//! Power-law spectra of red processes: the prior variance of Fourier coefficients and the
//! conversions between characteristic strain and residual power.

use crate::constants::F_YR;
use std::f64::consts::PI;

/// A power law with amplitude `10^log10_amplitude` at f_yr and spectral index gamma.
#[derive(Clone, Copy, Debug, PartialEq, serde::Serialize, serde::Deserialize)]
pub struct PowerLaw {
    pub log10_amplitude: f64,
    pub spectral_index: f64,
}

impl PowerLaw {
    /// The amplitude A.
    pub fn amplitude(&self) -> f64 {
        10f64.powf(self.log10_amplitude)
    }

    /// Prior variance of one Fourier coefficient at frequency `f` (Hz) for a basis spanning
    /// `t_span` seconds (Lentati et al. 2013; van Haasteren & Vallisneri 2014):
    /// phi(f) = A^2 / (12 pi^2) f_yr^(gamma-3) f^(-gamma) / T_span, in s^2.
    pub fn coefficient_variance(&self, f: f64, t_span: f64) -> f64 {
        let a = self.amplitude();
        power_law_phi(a * a, self.spectral_index, f, t_span)
    }
}

/// phi(f) for amplitude squared `a2` (see [`PowerLaw::coefficient_variance`]).
pub fn power_law_phi(a2: f64, gamma: f64, f: f64, t_span: f64) -> f64 {
    a2 / (12.0 * PI * PI) * F_YR.powf(gamma - 3.0) * f.powf(-gamma) / t_span
}

/// Characteristic strain h_c(f) = A (f / f_yr)^alpha with alpha = (3 - gamma)/2
/// (Jenet et al. 2006).
pub fn characteristic_strain(amplitude: f64, gamma: f64, f: f64) -> f64 {
    amplitude * (f / F_YR).powf((3.0 - gamma) / 2.0)
}

/// One-sided residual power spectral density S(f) = h_c(f)^2 / (12 pi^2 f^3) in s^2/Hz
/// (Jenet et al. 2006; Hobbs et al. 2009).
pub fn residual_psd(amplitude: f64, gamma: f64, f: f64) -> f64 {
    let hc = characteristic_strain(amplitude, gamma, f);
    hc * hc / (12.0 * PI * PI * f.powi(3))
}

/// The analysis frequencies f_j = j / T_span, j = 1..k.
pub fn frequencies(k: usize, t_span: f64) -> Vec<f64> {
    (1..=k).map(|j| j as f64 / t_span).collect()
}

/// The template Phi of the optimal statistic, diag(phi(f_j)) with A = 1, each frequency twice
/// (sin then cos), as a vector of length 2k.
pub fn template(gamma: f64, freqs: &[f64], t_span: f64) -> Vec<f64> {
    freqs
        .iter()
        .flat_map(|&f| {
            let p = power_law_phi(1.0, gamma, f, t_span);
            [p, p]
        })
        .collect()
}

• **Work order**
Go over the records above and tally the lines with the word "freqs" in them. Give the number alone.

• **Response area**
2